** Exercise aim **
For the listing below, output exactly the lines from the line with "F(75, 2), 40)" up to and including the line with "# Its extremes are points of their own.", and no other lines.

----

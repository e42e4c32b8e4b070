"""The states of a load and every step between them, as one table. Nothing here reads, writes or knows a
clock.

Laws of the table:
1. Only a load whose verdict is `within` may be prepared, confirmed as loaded, or accepted; each is signed.
2. Accepting is the pilot in command's alone; who that is, is asked where people are known.
3. A load is withdrawn, or superseded by a revision, only before it departed. After that nothing replaces it.
4. `departed`, `superseded` and `withdrawn` have no way out.
5. A last-minute change accepts an accepted load again, under a new assessment.
6. `loaded` stands between `prepared` and `accepted` only where a rule set asks for the loading supervisor.
7. What the table does not list is refused. Besides `accepted` only `open` leads to itself: a load assessed
   again takes a step, so that whoever was about to sign the result before it is refused; one that was
   prepared opens again and is signed anew.

        open --> prepared --> accepted --> departed
                    |            ^
                    +--> loaded -+
        (open, prepared, loaded) --> open, by assessing again
        accepted --> accepted, by a last-minute change
        (open, prepared, loaded, accepted) --> superseded | withdrawn
"""

from dataclasses import dataclass
from typing import Literal

from records.refusal import StepRefused

State = Literal["open", "prepared", "loaded", "accepted", "departed", "superseded", "withdrawn"]
Signer = Literal["load preparer", "loading supervisor", "pilot in command"]

STATES: tuple[State, ...] = ("open", "prepared", "loaded", "accepted", "departed", "superseded", "withdrawn")
FIRST_STATE: State = "open"
GONE: tuple[State, ...] = ("superseded", "withdrawn")  # such a load never leaves on this declaration


@dataclass(frozen=True, slots=True)
class Step:
    """One allowed step: the act that takes it, whether it needs `within`, and whose signature it is."""

    start: State
    end: State
    act: str
    needs_within: bool = False
    signed_by: Signer | None = None


STEPS: tuple[Step, ...] = (
    Step("open", "prepared", "prepare-load", needs_within=True, signed_by="load preparer"),
    Step("prepared", "loaded", "confirm-loading", needs_within=True, signed_by="loading supervisor"),
    Step("prepared", "accepted", "accept-load", needs_within=True, signed_by="pilot in command"),
    Step("loaded", "accepted", "accept-load", needs_within=True, signed_by="pilot in command"),
    Step("accepted", "accepted", "change-load-late", needs_within=True, signed_by="pilot in command"),
    Step("accepted", "departed", "depart-load"),
    Step("open", "open", "assess-load"),
    Step("prepared", "open", "assess-load"),
    Step("loaded", "open", "assess-load"),
    Step("open", "superseded", "revise-load"),
    Step("prepared", "superseded", "revise-load"),
    Step("loaded", "superseded", "revise-load"),
    Step("accepted", "superseded", "revise-load"),
    Step("open", "withdrawn", "withdraw-load"),
    Step("prepared", "withdrawn", "withdraw-load"),
    Step("loaded", "withdrawn", "withdraw-load"),
    Step("accepted", "withdrawn", "withdraw-load"),
)

_BY_PAIR: dict[tuple[str, str], Step] = {(one.start, one.end): one for one in STEPS}


def ways_out(state: str) -> tuple[State, ...]:
    """Name the states that `state` may go to, in the order of the table; () for an end state."""
    return tuple(one.end for one in STEPS if one.start == state)


def step(state: str, to: str, act: str = "") -> Step:
    """Find the step from `state` to `to`, or raise `StepRefused` (409, `step-not-allowed`).

    `act`, where it is known, must be the one that takes that step.
    """
    found = _BY_PAIR.get((state, to))
    if found is not None and act in {"", found.act}:
        return found
    ways = tuple(way for way in ways_out(state) if way != state)
    if ways:
        next_step = f"From {state} a load can become {', '.join(ways)}."
    elif state in STATES:
        next_step = f"A {state} load stays as it is; submit a new load instead."
    else:
        next_step = f"The states are {', '.join(STATES)}."
    raise StepRefused("step-not-allowed", f"A load that is {state} cannot become {to}.", next_step=next_step)
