"""Every amount at which a varied part of a flight touches an outline, worked by hand."""

from fractions import Fraction

import pytest

from fleet.envelope import Shape
from fleet.lateral import LateralByCg
from loads.balance.polynomial import Root
from loads.balance.touching import Varied, each_once, touching_across, touching_envelope
from tests.pure.loads.making import SOURCE

F = Fraction
FINE = F(1, 2**70)


def poly(*parts):
    return tuple(map(F, parts))


def shape(*points, plane="arm"):
    return Shape(plane, [(F(x), F(y)) for x, y in points])


BOX = shape((10, 50), (10, 100), (20, 100), (20, 50))
LEANING = shape((15, 50), (10, 100), (40, 100), (40, 50))  # the forward edge is 20 - W / 10
NOTHING, ONCE = poly(0), poly(1)


def point(weight, moment, lateral=NOTHING, over=ONCE):
    return Varied(NOTHING, NOTHING, (weight,), (moment,), (lateral,), over)


def stretch(low, high, *moment, lateral=(NOTHING,), over=ONCE):
    """A part of the burn: the parameter is the weight."""
    return Varied(low, high, (NOTHING, poly(1)), moment, lateral, over)


def touched(found, *expected):
    """Every one of these is found, and nothing else, in whatever order."""
    roots = each_once(found)
    assert [any(root.low <= at <= root.high for root in roots) for at in expected] == [True] * len(expected)
    assert all(root.high - root.low <= FINE for root in roots)
    assert len(roots) == len(expected)


@pytest.mark.parametrize("times", [1, 2])
def test_a_point_touches_a_side_and_a_level(times):
    # 60 lb at 15 in with x lb at 30 in more: 20 in at 30 lb more, the top at 40 lb more.
    part = point(poly(60, 1), poly(900 * times, 30 * times), over=poly(times))

    touched(touching_envelope(part, BOX, "longitudinal", (F(0), F(50))), 30, 40)
    touched(touching_envelope(part, BOX, "longitudinal", (F(-20), F(29))), -10)


def test_across_the_aircraft_the_lateral_moment_counts():
    part = point(poly(60, 1), poly(0), lateral=poly(900, 30), over=poly(7))

    touched(touching_envelope(part, BOX, "lateral", (F(0), F(50))), 30, 40)


def test_beyond_the_weights_of_a_side_it_is_not_touched():
    # 20 in at 30 lb more as before, but that is 110 lb there: only the top, at 20 lb more.
    part = point(poly(80, 1), poly(1300, 30))

    touched(touching_envelope(part, BOX, "longitudinal", (F(0), F(50))), 20)


def test_a_point_touches_a_side_that_is_slanted_in_arm():
    # 70 lb, moment 700 + 10 x: 20 - 7 = 13 in at x = 21, 40 in at x = 210.
    part = point(poly(70), poly(700, 10))

    touched(touching_envelope(part, LEANING, "longitudinal", (F(0), F(300))), 21, 210)


def test_a_point_touches_a_side_that_is_straight_in_moment():
    # The forward edge is 10 W, the aft one goes from 1000 lb in at 50 lb to 3000 lb in at 100 lb.
    wedge = shape((500, 50), (1000, 100), (3000, 100), (1000, 50), plane="moment")
    part = point(poly(70), poly(600, 10))

    touched(touching_envelope(part, wedge, "longitudinal", (F(0), F(300))), 10, 120)


@pytest.mark.parametrize("times", [1, 3])
def test_a_stretch_touches_at_its_ends_at_a_corner_and_where_an_end_meets_a_level(times):
    # From 88 + x lb down to 60 + x lb, the moment 14 W + 40 x. The low end is at 20 in where 40 x is
    # 6 (60 + x): 180/17. The high end reaches the top at 12, the path the upper aft corner at 15, where it
    # still lies within, and the low end the top at 40.
    moment = poly(0, 40 * times), poly(14 * times)
    part = stretch(poly(60, 1), poly(88, 1), *moment, over=poly(times))

    touched(touching_envelope(part, BOX, "longitudinal", (F(0), F(50))), F(180, 17), 12, 15, 40)


@pytest.mark.parametrize("times", [1, 3])
def test_a_stretch_touches_where_its_margin_dips(times):
    # From 90 to 60 lb: W times the margin is 490 + (x - 15) W + W**2 / 10, which touches nothing at x = 1
    # and 70 lb; at 90 lb it is nothing at 5/9, at 60 lb at 5/6.
    moment = poly(490 * times), poly(5 * times, times)
    part = stretch(poly(60), poly(90), *moment, over=poly(times))

    touched(touching_envelope(part, LEANING, "longitudinal", (F(0), F(10))), F(5, 9), F(5, 6), 1)
    touched(touching_envelope(part, LEANING, "longitudinal", (F(20), F(28))), F(161, 6))  # 40 in at 60 lb


def test_a_dip_beyond_the_ends_of_a_stretch_is_no_touch():
    part = stretch(poly(75), poly(90), poly(490), poly(5, 1))

    # At 75 lb: 490/75 + x - 15 + 7.5.
    touched(touching_envelope(part, LEANING, "longitudinal", (F(0), F(10))), F(5, 9), F(15, 2) - F(98, 15))


def test_a_bent_stretch_touches_a_straight_side_in_between():
    # The moment 900 + (x - 10) W + W**2 / 4 against 20 W: at 60 lb both ways, x = 0; ends at 40 and 90 lb.
    part = stretch(poly(40), poly(90), poly(900), poly(-10, 1), poly(F(1, 4)))
    box = shape((20, 30), (20, 100), (60, 100), (60, 30))

    touched(touching_envelope(part, box, "longitudinal", (F(-5), F(5))), F(-5, 2), 0)
    # The aft edge: 60 = 22.5 + x at both ends, first there.
    touched(touching_envelope(part, box, "longitudinal", (F(5), F(60))), F(75, 2), 40)


def test_a_stretch_far_inside_touches_nothing():
    part = stretch(poly(60), poly(90), poly(0, 1), poly(15))

    touched(touching_envelope(part, BOX, "longitudinal", (F(0), F(1))))


def test_a_transfer_at_one_weight_touches_a_level_and_no_side_of_its_own():
    # Its extremes are points of their own.
    moved = Varied(poly(0), poly(1), (poly(60, 1),), (poly(900, 30), poly(300)), (NOTHING,), poly(1))

    touched(touching_envelope(moved, BOX, "longitudinal", (F(0), F(50))), 40)


def by_cg(gives="arm", times=1):
    corners = ((10, -2), (10, 2), (20, 3), (20, -2))
    points = tuple((F(x), F(y) * times) for x, y in corners)
    return LateralByCg("LAT", ("take-off",), gives, points, SOURCE)


@pytest.mark.parametrize("over", [1, 5])
@pytest.mark.parametrize(("gives", "times"), [("arm", 1), ("moment", 100)])
def test_a_point_touches_a_lateral_limit_at_a_side_and_at_its_last_arm(gives, times, over):
    # 100 lb at 15 + x in, 1 + x in right: the right edge is 2.5 + x/10 there, so at 5/3; 20 in at 5.
    part = point(poly(100), poly(1500 * over, 100 * over), poly(100, 100), over=poly(over))

    touched(touching_across(part, by_cg(gives, times), (F(0), F(8))), F(5, 3), 5)
    touched(touching_across(part, by_cg(gives, times), (F(-6), F(-1))), -3, -5)  # 2 in left; 10 in


@pytest.mark.parametrize("over", [1, 5])
def test_a_stretch_touches_a_lateral_limit_of_arms_at_each_end(over):
    # 15 in throughout, x lb in right: 2.5 in at 60 lb where x is 150, at 90 lb where it is 225.
    part = stretch(poly(60), poly(90), poly(0), poly(15 * over), lateral=(poly(0, 1),), over=poly(over))

    touched(touching_across(part, by_cg(), (F(1), F(300))), 150, 225)


def test_a_stretch_touches_a_lateral_limit_of_moments_all_along_at_once():
    part = stretch(poly(60), poly(90), poly(0), poly(15), lateral=(poly(0, 1),))

    assert Root(F(250), F(250)) in list(touching_across(part, by_cg("moment", 100), (F(1), F(300))))


@pytest.mark.parametrize("over", [1, 5])
def test_a_stretch_touches_a_corner_of_a_lateral_limit_between_its_ends(over):
    # 1350 lb in throughout: 15 in at 90 lb, 20 in at 67.5 lb, where 3 in right is 202.5 lb in; at 90 lb
    # 2.5 in right is 225 lb in. At 60 lb it lies off the limit.
    part = stretch(poly(60), poly(90), poly(1350 * over), poly(0), lateral=(poly(0, 1),), over=poly(over))

    touched(touching_across(part, by_cg(), (F(1), F(300))), F(405, 2), 225)
    of_moments = list(touching_across(part, by_cg("moment", 100), (F(1), F(300))))
    assert {Root(F(at), F(at)) for at in (250, 300)} <= set(of_moments)


def test_a_stretch_moved_along_touches_the_last_arm_of_a_lateral_limit_at_each_end():
    # 15 in and x lb in more: 20 in at 60 lb where x is 300, at 90 lb where it is 450.
    part = stretch(poly(60), poly(90), poly(0, 1), poly(15), lateral=(poly(0),))

    touched(touching_across(part, by_cg(), (F(1), F(500))), 300, 450)


def test_a_bent_stretch_touches_a_straight_lateral_limit_at_its_ends():
    # W**2/4 + 900 - 10 W lb in lies inside; W/2 + x lb in left is 2 in at 55 lb where x is 82.5,
    # at 65 lb where it is 97.5.
    part = stretch(
        poly(55), poly(65), poly(900), poly(-10), poly(F(1, 4)), lateral=(poly(0, -1), poly(F(-1, 2)))
    )
    corners = tuple((F(x), F(y)) for x, y in ((10, -2), (10, 2), (30, 3), (30, -2)))
    wide = LateralByCg("LAT", ("take-off",), "arm", corners, SOURCE)

    touched(touching_across(part, wide, (F(1), F(300))), F(165, 2), F(195, 2))


def test_a_bent_stretch_touches_a_slanted_lateral_limit_where_its_margin_dips():
    # The arm is W/4 + 900/W - 10 in: 20 in at 60 lb, its least, 22.5 in at 40 and at 90 lb. The right edge is
    # 1 in more than a tenth of it, and the lateral arm is x/10 in all along.
    part = stretch(
        poly(40), poly(90), poly(900), poly(-10), poly(F(1, 4)), lateral=(poly(0), poly(0, F(1, 10)))
    )

    # W/40 + 90/W against x/10: 3 in at 60 lb, the least there is; 3.25 in at 40 and at 90 lb.
    found = each_once(touching_across(part, by_cg_from_15(), (F(25), F(35))))
    assert [root.low for root in found] == [30, F(65, 2)]


def by_cg_from_15():
    """From 15 to 30 in: 6 in left to a tenth of the arm + 1 in right."""
    corners = tuple((F(x), F(y)) for x, y in ((15, -6), (15, F(5, 2)), (30, 4), (30, -6)))
    return LateralByCg("LAT", ("take-off",), "arm", corners, SOURCE)


def test_roots_that_cannot_be_told_apart_become_one():
    found = [Root(F(5), F(5)), Root(F(1), F(2)), Root(F(2), F(3)), Root(F(5), F(5)), Root(F(1), F(4))]

    assert each_once(found) == [Root(F(1), F(4)), Root(F(5), F(5))]
    assert each_once([]) == []
    assert each_once([Root(F(1), F(6)), Root(F(2), F(3))]) == [Root(F(1), F(6))]


@pytest.mark.parametrize("times", [1, 3])
def test_a_stretch_touches_a_side_that_is_straight_in_moment_at_each_end(times):
    # From 90 to 60 lb, the moment 20 W + 30 x, against 40 W - 1000: 200 lb in at 60 lb, 800 at 90 lb.
    wedge = shape((500, 50), (1000, 100), (3000, 100), (1000, 50), plane="moment")
    part = stretch(poly(60), poly(90), poly(0, 30 * times), poly(20 * times), over=poly(times))

    touched(touching_envelope(part, wedge, "longitudinal", (F(0), F(50))), F(20, 3), F(80, 3))
    # Against 10 W it is the other way: -600 lb in at 60 lb, -900 at 90 lb.
    touched(touching_envelope(part, wedge, "longitudinal", (F(-50), F(0))), -20, -30)


def touches(part, at):
    return any(root.low <= at <= root.high for root in touching_envelope(part, BOX, "longitudinal", BROAD))


BROAD = (F(0), F(100))


def test_a_touch_beyond_the_end_of_a_side_by_a_millionth_of_its_ends_still_counts():
    """The sides reach from 50 to 100 lb: above, 50 + 100 + 1 millionths of a lb. Below 50 lb it is twice 50
    and 1, for a point there comes no farther up. 1500 + 10 x lb in at 20 in; 750 + 10 x.
    """
    for beyond, counts in ((F("0.0001505"), True), (F("0.0001515"), False)):
        part = point(poly(100 + beyond), poly(1500, 10))
        assert touches(part, (2000 + 20 * beyond - 1500) / 10) is counts
    for beyond, counts in ((F("0.0001005"), True), (F("0.0001015"), False)):
        part = point(poly(50 - beyond), poly(750, 10))
        assert touches(part, (1000 - 20 * beyond - 750) / 10) is counts


def test_a_stretch_whose_lateral_moment_varies_touches_a_limit_of_moments_at_each_end():
    # 15 in throughout, x + W lb in right: 250 lb in at 90 lb where x is 160, at 60 lb where it is 190.
    part = stretch(poly(60), poly(90), poly(0), poly(15), lateral=(poly(0, 1), poly(1)))

    touched(touching_across(part, by_cg("moment", 100), (F(1), F(300))), 160, 190)


@pytest.mark.parametrize("over", [1, 5])
def test_a_stretch_touches_the_left_corner_of_a_lateral_limit_too(over):
    # As before, x lb in left: 2 in at 67.5 lb, where it is at 20 in, are 135; at 90 lb, at 15 in, 180.
    part = stretch(poly(60), poly(90), poly(1350 * over), poly(0), lateral=(poly(0, -1),), over=poly(over))

    touched(touching_across(part, by_cg(), (F(1), F(300))), 135, 180)


@pytest.mark.parametrize("over", [1, 5])
def test_a_bent_stretch_touches_a_corner_of_a_lateral_limit_each_time_it_passes(over):
    # The arm W / 10 + 600 / W + 4 is 20 in at 60 and at 100 lb, less in between, more at 50 and at 120 lb.
    # Across x + W lb in, 3 in right at 60 lb where x is 120, at 100 lb where it is 200.
    moment = poly(600 * over), poly(4 * over), poly(F(over, 10))
    part = stretch(poly(50), poly(120), *moment, lateral=(poly(0, 1), poly(1)), over=poly(over))

    touched(touching_across(part, by_cg(), (F(100), F(250))), 120, 200)
    # 2 in left: x is -180 and -300.
    touched(touching_across(part, by_cg(), (F(-350), F(-150))), -180, -300)


def test_levels_that_are_fractions_are_touched_where_they_are():
    part = point(poly(60, 1), poly(900, 30))
    box = shape((10, "50.5"), (10, "100.25"), (20, "100.25"), (20, "50.5"))

    touched(touching_envelope(part, box, "longitudinal", (F(0), F(50))), 30, F(161, 4))


STEPPED = shape((0, 10), (0, 30), (4, 30), (4, 20), (8, 20), (8, 10))


def test_a_part_at_the_weights_of_the_upper_sides_touches_them():
    touched(touching_envelope(point(poly(25), poly(0, 1)), STEPPED, "longitudinal", (F(1), F(300))), 100)
    touched(touching_envelope(point(poly(15), poly(0, 1)), STEPPED, "longitudinal", (F(1), F(300))), 120)


def test_a_stretch_past_a_step_touches_both_of_its_corners():
    # x lb in throughout, from 25 to 15 lb: 4 in at 25 lb, 8 in at 15 lb, 4 and 8 in at 20 lb.
    part = stretch(poly(15), poly(25), poly(0, 1), poly(0))

    touched(touching_envelope(part, STEPPED, "longitudinal", (F(10), F(200))), 80, 100, 120, 160)


def test_a_stretch_touches_the_corner_a_slanted_side_begins_at():
    # x lb in throughout, from 60 to 40 lb: 15 and 40 in at 50 lb, 14 in at 60 lb.
    part = stretch(poly(40), poly(60), poly(0, 1), poly(0))

    touched(touching_envelope(part, LEANING, "longitudinal", (F(700), F(2300))), 750, 840, 2000)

----

** The answer **
    touched(touching_envelope(part, box, "longitudinal", (F(5), F(60))), F(75, 2), 40)


def test_a_stretch_far_inside_touches_nothing():
    part = stretch(poly(60), poly(90), poly(0, 1), poly(15))

    touched(touching_envelope(part, BOX, "longitudinal", (F(0), F(1))))


def test_a_transfer_at_one_weight_touches_a_level_and_no_side_of_its_own():
    # Its extremes are points of their own.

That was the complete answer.